# oil for 1.8t 400+



## Djordje1 (Jan 31, 2021)

Hi everyone,
I just wanted to ask for advice motor about oil.

I'm working on project car 1.8t (new beetle 2000 awv) and I'm buidling new engine,completly
with new turbo g25-550.Currently I have 260k and I'm using 10 40w

Do you recommend to upgrade or downgrade viscosity?
Which brand you recomend,wich viscosity?I guess should be some racing oil,but not sure which one is the best for me.

Djordje


----------



## Butcher (Jan 31, 2001)

It's not a race car and I would not recommend race car oil. 

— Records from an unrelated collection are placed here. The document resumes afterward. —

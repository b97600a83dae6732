// The product's name and version as the shell, the CLI and the renderer report them.
// Kept as constants so the Electron main process, the CLI and the browser-mode host
// need no file IO to say who they are; a test keeps the version equal to package.json.

/** The product name shown in window titles, the CLI and the about screen. */
export const APP_NAME = 'Stemline';

/** The release version; must equal `version` in package.json (checked by a test). */
export const APP_VERSION = '0.1.0';
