// The preload script: exposes `window.stemline`, one function per user intent and one
// event (the shell's menu commands), and nothing else — never ipcRenderer itself, never
// a generic send, and never an IPC event object (which would hand the page the sender).
// Sandboxed preloads can require only 'electron' and have no module system, so this
// file stays a plain script: the intent names and channels are repeated here and the
// `satisfies` check keeps them in step with the contract (api-contract.ts) at compile
// time; test/electron/preload.test.ts checks the exposed names are exactly the contract's.
const { contextBridge, ipcRenderer } = require('electron') as typeof import('electron');

type IntentName = import('./api-contract.ts').IntentName;
type MenuMessage = import('./api-contract.ts').MenuMessage;

interface HostReply {
  result?: unknown;
  error?: { kind: string; message: string };
}

/** Sends one intent; a host error comes back as a rejected promise with the host's message. */
function callHost(intent: IntentName, args: unknown): Promise<never> {
  return ipcRenderer.invoke(`stemline:${intent}`, args).then((reply: HostReply) => {
    if (reply.error) throw Object.assign(new Error(reply.error.message), { kind: reply.error.kind });
    return reply.result as never;
  });
}

/** Passes each menu command to `listener`, the message alone; returns the function that stops it. */
function onMenuCommand(listener: (message: MenuMessage) => void): () => void {
  const relay = (_event: unknown, message: MenuMessage) => listener(message);
  ipcRenderer.on('stemline:menu-command', relay);
  return () => {
    ipcRenderer.removeListener('stemline:menu-command', relay);
  };
}

const stemlineHostApi = {
  appInfo: (args) => callHost('appInfo', args),
  listProjects: (args) => callHost('listProjects', args),
  openProject: (args) => callHost('openProject', args),
  saveProject: (args) => callHost('saveProject', args),
  saveProjectAs: (args) => callHost('saveProjectAs', args),
  autosaveProject: (args) => callHost('autosaveProject', args),
  findRecoveredWork: (args) => callHost('findRecoveredWork', args),
  discardRecoveredWork: (args) => callHost('discardRecoveredWork', args),
  buildProofFont: (args) => callHost('buildProofFont', args),
  exportFont: (args) => callHost('exportFont', args),
  openDemo: (args) => callHost('openDemo', args),
  listRecentProjects: (args) => callHost('listRecentProjects', args),
  openRecentProject: (args) => callHost('openRecentProject', args),
  importScan: (args) => callHost('importScan', args),
  decodeScan: (args) => callHost('decodeScan', args),
  reportProjectState: (args) => callHost('reportProjectState', args),
  closeWindow: (args) => callHost('closeWindow', args),
  onMenuCommand,
} satisfies import('./api-contract.ts').StemlineHostApi;

contextBridge.exposeInMainWorld('stemline', stemlineHostApi);
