function damourDeruellePartials(c: DamourDeruelleCompanion, days: BarycentricDays, keys: readonly string[], out: Float64Array[]): void {
  const constants = damourDeruelleConstants(c, days);
  const { eccentricity: e, periodDays: pb, periodDerivative: periodRate } = c;
  const rootE = constants.rootOneMinusE2;
  const kAdvance = constants.advancePerTrueAnomaly;
  const cc: DamourDeruelleCombineConstants = { x: c.projectedSemimajorAxisLtS, e, rootE, r: c.shapiroRangeS, s: c.shapiroShape };
  const k = {
    x: keyIndex(keys, 'projected_semimajor_axis_lt_s'), e: keyIndex(keys, 'eccentricity'), om: keyIndex(keys, 'periastron_longitude_deg'),
    t0: keyIndex(keys, 'periastron_epoch_mjd'), pb: keyIndex(keys, 'period_days'), periodRate: keyIndex(keys, 'period_derivative'),
    advance: keyIndex(keys, 'periastron_advance_deg_per_yr'), gamma: keyIndex(keys, 'einstein_delay_s'),
    range: keyIndex(keys, 'shapiro_range_s'), shape: keyIndex(keys, 'shapiro_shape'), time: keyIndex(keys, TIME_RATE_KEY),
  };
  const count: OrbitCount = { wholeOrbits: 0, fractionalOrbits: 0, elapsedDays: 0 };
  const st = emptyDamourDeruelleState();
  const combine = damourDeruelleCombine;
  for (let i = 0; i < days.hi.length; i += 1) {
    damourDeruelleStateAt(c, constants, days, i, count, st);
    const t = st.elapsedDays;
    const g = st.g;
    const dTrueAnomalyDu = rootE / g; // dA_e/du (Note 1)
    const dTrueAnomalyDe = rootE > 0 ? st.sinU / (rootE * g) : 0; // ∂A_e/∂e at fixed u (Note 1)
    const periodNowDays = pb + periodRate * t;
    const n = st.meanMotion;
    // a change dM of the mean anomaly moves u by dM/g, and ω by k·(dA_e/du)·du
    const viaMeanAnomaly = (dM: number, dN: number, dk: number): number => {
      const du = dM / g;
      return combine(st, cc, du, 0, st.trueAnomaly * dk + kAdvance * dTrueAnomalyDu * du, 0, 0, dN, 0, 0);
    };
    const dT0 = viaMeanAnomaly(TWO_PI * (-1 / pb + (periodRate * t) / (pb * pb)), (n * periodRate) / periodNowDays, 0);
    if (k.t0 >= 0) out[k.t0][i] = dT0;
    if (k.time >= 0) out[k.time][i] = -dT0 / SECONDS_PER_DAY; // Note 2
    if (k.x >= 0) out[k.x][i] = combine(st, cc, 0, 0, 0, 1, 0, 0, 0, 0);
    if (k.e >= 0) {
      const du = st.sinU / g; // ∂u/∂e from Kepler's equation
      out[k.e][i] = combine(st, cc, du, 1, kAdvance * (dTrueAnomalyDu * du + dTrueAnomalyDe), 0, 0, 0, 0, 0);
    }
    if (k.om >= 0) out[k.om][i] = combine(st, cc, 0, 0, RAD_PER_DEG, 0, 0, 0, 0, 0);
    if (k.pb >= 0) out[k.pb][i] = viaMeanAnomaly(TWO_PI * (-t / (pb * pb) + (periodRate * t * t) / pb ** 3), -n / periodNowDays, kAdvance / pb);
    if (k.periodRate >= 0) out[k.periodRate][i] = viaMeanAnomaly(-Math.PI * (t / pb) ** 2, (-n * t) / periodNowDays, 0);
    if (k.advance >= 0) {
      const dk = (RAD_PER_DEG / DAYS_PER_JULIAN_YEAR) * (pb / TWO_PI); // ∂k/∂ω̇ per deg/yr
      out[k.advance][i] = combine(st, cc, 0, 0, st.trueAnomaly * dk, 0, 0, 0, 0, 0);
    }
    if (k.gamma >= 0) out[k.gamma][i] = combine(st, cc, 0, 0, 0, 0, 1, 0, 0, 0);
    if (k.range >= 0) out[k.range][i] = combine(st, cc, 0, 0, 0, 0, 0, 0, 1, 0);
    if (k.shape >= 0) out[k.shape][i] = combine(st, cc, 0, 0, 0, 0, 0, 0, 0, 1);
  }
}
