import { zodResolver } from '@hookform/resolvers/zod';
import { useFieldArray, useForm, useWatch, type Path } from 'react-hook-form';
import { Alert } from '../../../components/alert';
import { Button } from '../../../components/button';
import { controlClasses } from '../../../components/input';
import { Field } from '../../../components/field';
import { Input } from '../../../components/input';
import { describeError } from '../../../components/query-state';
import { applyServerErrors } from '../../../lib/apply-server-errors';
import { cn } from '../../../lib/cn';
import { useCreateObservatory } from '../api/create-observatory';
import type { Observatory } from '../api/get-observatories';
import { useUpdateObservatory } from '../api/update-observatory';
import { geocentricDistanceKm, geocentricDistanceProblem, ObservatoryFormValues } from '../observatory-rules';

const EMPTY: ObservatoryFormValues = {
  code: '',
  name: '',
  itrf_x_m: Number.NaN,
  itrf_y_m: Number.NaN,
  itrf_z_m: Number.NaN,
  clock_corrections: [],
};

function toFormValues(o: Observatory): ObservatoryFormValues {
  return {
    code: o.code,
    name: o.name,
    itrf_x_m: o.itrf_x_m,
    itrf_y_m: o.itrf_y_m,
    itrf_z_m: o.itrf_z_m,
    clock_corrections: (o.clock_corrections ?? []).map((p) => ({ mjd: String(p.mjd), correction_us: p.correction_us })),
  };
}

function DistanceReadout({ control }: { control: ReturnType<typeof useForm<ObservatoryFormValues>>['control'] }) {
  const [x, y, z] = useWatch({ control, name: ['itrf_x_m', 'itrf_y_m', 'itrf_z_m'] });
  if (![x, y, z].every((v) => typeof v === 'number' && Number.isFinite(v))) {
    return <p className="text-xs text-night-400">Enter x, y and z to see the distance from the geocentre.</p>;
  }
  const distanceKm = geocentricDistanceKm(x, y, z);
  const ok = geocentricDistanceProblem(x, y, z) === null;
  return (
    <p className={cn('text-xs', ok ? 'text-calm-400' : 'text-ember-300')}>
      Distance from the geocentre: <span className="font-mono">{distanceKm.toFixed(1)} km</span>
      {ok ? '' : ' (must be 6350–6400 km)'}
    </p>
  );
}

/**
 * Create (no `observatory`) or edit an observatory. Checks on the client that the point lies
 * 6350–6400 km from the geocentre before sending; server field errors land on the fields.
 */
export function ObservatoryForm({ observatory, onDone }: { observatory?: Observatory; onDone?: (saved: Observatory) => void }) {
  const editing = observatory !== undefined;
  const create = useCreateObservatory();
  const update = useUpdateObservatory();
  const form = useForm<ObservatoryFormValues>({
    resolver: zodResolver(ObservatoryFormValues),
    defaultValues: observatory ? toFormValues(observatory) : EMPTY,
  });
  const points = useFieldArray({ control: form.control, name: 'clock_corrections' });
  const { errors } = form.formState;

  const onSubmit = form.handleSubmit(async (values) => {
    const problem = geocentricDistanceProblem(values.itrf_x_m, values.itrf_y_m, values.itrf_z_m);
    if (problem) {
      form.setError('root.distance', { type: 'distance', message: problem });
      return;
    }
    const fields: Path<ObservatoryFormValues>[] = ['code', 'name', 'itrf_x_m', 'itrf_y_m', 'itrf_z_m', 'clock_corrections'];
    values.clock_corrections.forEach((_, i) => fields.push(`clock_corrections.${i}.mjd`, `clock_corrections.${i}.correction_us`));
    try {
      const saved = editing
        ? await update.mutateAsync({
            code: observatory.code,
            patch: {
              name: values.name,
              itrf_x_m: values.itrf_x_m,
              itrf_y_m: values.itrf_y_m,
              itrf_z_m: values.itrf_z_m,
              clock_corrections: values.clock_corrections,
            },
          })
        : await create.mutateAsync(values);
      if (!editing) form.reset(EMPTY);
      onDone?.(saved);
    } catch (error) {
      applyServerErrors(error, form.setError, fields, describeError);
    }
  });

  const numberField = (name: 'itrf_x_m' | 'itrf_y_m' | 'itrf_z_m', label: string) => (
    <Field label={label} error={errors[name]?.message}>
      {(control) => (
        <Input
          {...control}
          type="number"
          step="any"
          inputMode="decimal"
          className="font-mono"
          {...form.register(name, { valueAsNumber: true, onChange: () => form.clearErrors('root.distance') })}
        />
      )}
    </Field>
  );

  return (
    <form onSubmit={onSubmit} noValidate className="flex flex-col gap-4" aria-label={editing ? `Edit observatory ${observatory.code}` : 'Add an observatory'}>
      {errors.root?.server ? <Alert tone="error">{errors.root.server.message}</Alert> : null}
      <div className="grid grid-cols-1 gap-4 md:grid-cols-[10rem_1fr]">
        <Field label="Code" hint={editing ? 'The code cannot change.' : '2–16 of a–z 0–9 - _'} error={errors.code?.message}>
          {(control) => <Input {...control} className="font-mono" readOnly={editing} autoComplete="off" {...form.register('code')} />}
        </Field>
        <Field label="Name" error={errors.name?.message}>
          {(control) => <Input {...control} autoComplete="off" {...form.register('name')} />}
        </Field>
      </div>
      <fieldset className="flex flex-col gap-3">
        <legend className="mb-2 text-sm font-medium text-night-100">ITRF position (metres from the geocentre)</legend>
        <div className="grid grid-cols-1 gap-4 md:grid-cols-3">
          {numberField('itrf_x_m', 'ITRF x (m)')}
          {numberField('itrf_y_m', 'ITRF y (m)')}
          {numberField('itrf_z_m', 'ITRF z (m)')}
        </div>
        <DistanceReadout control={form.control} />
        {errors.root?.distance ? <Alert tone="error">{errors.root.distance.message}</Alert> : null}
      </fieldset>
      <fieldset className="flex flex-col gap-2">
        <legend className="mb-1 text-sm font-medium text-night-100">Clock-correction points (optional)</legend>
        <p className="text-xs text-night-300">Each point is added to this observatory's arrival times to bring them to UTC; values between points are interpolated linearly.</p>
        {errors.clock_corrections?.message ? <p className="text-xs text-alarm-300">{errors.clock_corrections.message}</p> : null}
        {points.fields.map((point, index) => {
          const rowErrors = errors.clock_corrections?.[index];
          const mjdId = `clock-${point.id}-mjd`;
          const corrId = `clock-${point.id}-us`;
          return (
            <div key={point.id} className="grid grid-cols-[1fr_1fr_auto] items-start gap-3">
              <div className="flex flex-col gap-1">
                <label htmlFor={mjdId} className="text-xs text-night-300">
                  MJD <span className="sr-only">of point {index + 1}</span>
                </label>
                <input
                  id={mjdId}
                  inputMode="decimal"
                  autoComplete="off"
                  className={cn(controlClasses, 'font-mono')}
                  aria-invalid={rowErrors?.mjd ? true : undefined}
                  {...form.register(`clock_corrections.${index}.mjd`)}
                />
                {rowErrors?.mjd ? <p className="text-xs text-alarm-300">{rowErrors.mjd.message}</p> : null}
              </div>
              <div className="flex flex-col gap-1">
                <label htmlFor={corrId} className="text-xs text-night-300">
                  Correction (µs) <span className="sr-only">of point {index + 1}</span>
                </label>
                <input
                  id={corrId}
                  type="number"
                  step="any"
                  className={cn(controlClasses, 'font-mono')}
                  aria-invalid={rowErrors?.correction_us ? true : undefined}
                  {...form.register(`clock_corrections.${index}.correction_us`, { valueAsNumber: true })}
                />
                {rowErrors?.correction_us ? <p className="text-xs text-alarm-300">{rowErrors.correction_us.message}</p> : null}
              </div>
              <Button variant="ghost" size="sm" className="mt-6" onClick={() => points.remove(index)} aria-label={`Remove point ${index + 1}`}>
                Remove
              </Button>
            </div>
          );
        })}
        <div>
          <Button variant="secondary" size="sm" onClick={() => points.append({ mjd: '', correction_us: Number.NaN })}>
            Add clock-correction point
          </Button>
        </div>
      </fieldset>
      <div className="flex gap-2">
        <Button type="submit" busy={form.formState.isSubmitting}>
          {editing ? 'Save changes' : 'Add observatory'}
        </Button>
      </div>
    </form>
  );
}
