import { useState } from 'react';
import { Alert } from '../../../components/alert';
import { Button } from '../../../components/button';
import { describeError } from '../../../components/query-state';
import { Table, TBody, Td, Th, THead, Tr } from '../../../components/table';
import { useDeleteObservatory } from '../api/delete-observatory';
import type { Observatory } from '../api/get-observatories';
import { geocentricDistanceKm } from '../observatory-rules';

const metresFormat = new Intl.NumberFormat('en-GB', { maximumFractionDigits: 3 });

function DeleteControl({ code }: { code: string }) {
  const [confirming, setConfirming] = useState(false);
  const remove = useDeleteObservatory();
  if (!confirming) {
    return (
      <Button variant="ghost" size="sm" onClick={() => setConfirming(true)} aria-label={`Delete ${code}`}>
        Delete
      </Button>
    );
  }
  return (
    <span className="inline-flex items-center gap-2">
      <span className="text-xs text-night-300">Delete {code}?</span>
      <Button variant="danger" size="sm" busy={remove.isPending} onClick={() => remove.mutate(code)}>
        Yes, delete
      </Button>
      <Button variant="ghost" size="sm" onClick={() => setConfirming(false)}>
        Keep
      </Button>
      {remove.isError ? <span role="alert" className="text-xs text-alarm-300">{describeError(remove.error)}</span> : null}
    </span>
  );
}

/** The observatory list; `onEdit` (admins only) adds Edit and Delete controls to every row. */
export function ObservatoryTable({ observatories, onEdit }: { observatories: Observatory[]; onEdit?: (o: Observatory) => void }) {
  return (
    <>
      <Table aria-label="Observatories">
        <THead>
          <tr>
            <Th>Code</Th>
            <Th>Name</Th>
            <Th className="text-right">ITRF x (m)</Th>
            <Th className="text-right">ITRF y (m)</Th>
            <Th className="text-right">ITRF z (m)</Th>
            <Th className="text-right">From geocentre</Th>
            <Th className="text-right">Clock points</Th>
            {onEdit ? <Th><span className="sr-only">Actions</span></Th> : null}
          </tr>
        </THead>
        <TBody>
          {observatories.map((o) => (
            <Tr key={o.code}>
              <Td className="font-mono text-ember-300">{o.code}</Td>
              <Td>{o.name}</Td>
              <Td className="text-right font-mono tabular-nums">{metresFormat.format(o.itrf_x_m)}</Td>
              <Td className="text-right font-mono tabular-nums">{metresFormat.format(o.itrf_y_m)}</Td>
              <Td className="text-right font-mono tabular-nums">{metresFormat.format(o.itrf_z_m)}</Td>
              <Td className="text-right font-mono tabular-nums text-night-300">
                {geocentricDistanceKm(o.itrf_x_m, o.itrf_y_m, o.itrf_z_m).toFixed(1)} km
              </Td>
              <Td className="text-right font-mono">{o.clock_corrections?.length ?? 0}</Td>
              {onEdit ? (
                <Td className="whitespace-nowrap text-right">
                  <Button variant="ghost" size="sm" onClick={() => onEdit(o)} aria-label={`Edit ${o.code}`}>
                    Edit
                  </Button>
                  <DeleteControl code={o.code} />
                </Td>
              ) : null}
            </Tr>
          ))}
        </TBody>
      </Table>
      {observatories.length === 0 ? <Alert className="mt-4">No observatories are registered yet.</Alert> : null}
    </>
  );
}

I use 5w60 LiquiMoly on all my engines. I'm kinda old school and like thicker oil.


----------



## BatesGTI (Apr 22, 2003)

Well what are your intentions for the motor? Is it for track use(high rev, long durations) or is it for spirited driving? When I built my head and had APR raise my rev limiter to 8500. They suggested I run clearanced Rod bearings. The reason why was the oil needed to flow through quick to cut out heat build up and spun bearings. The oil I used to use was Motul 5w40. That oil was magic and when I did a tear down there was no wear. It’s one of the few Group5 oils out there. In the US synthetic is an advertising term so there isn’t regulations. In Europe a synthetic is group 4 or 5 by law.
My cars primary purpose was HPDE. Now a days oil primary purpose is to cool the bearings. That’s why they use 0w20. Key is good research.


----------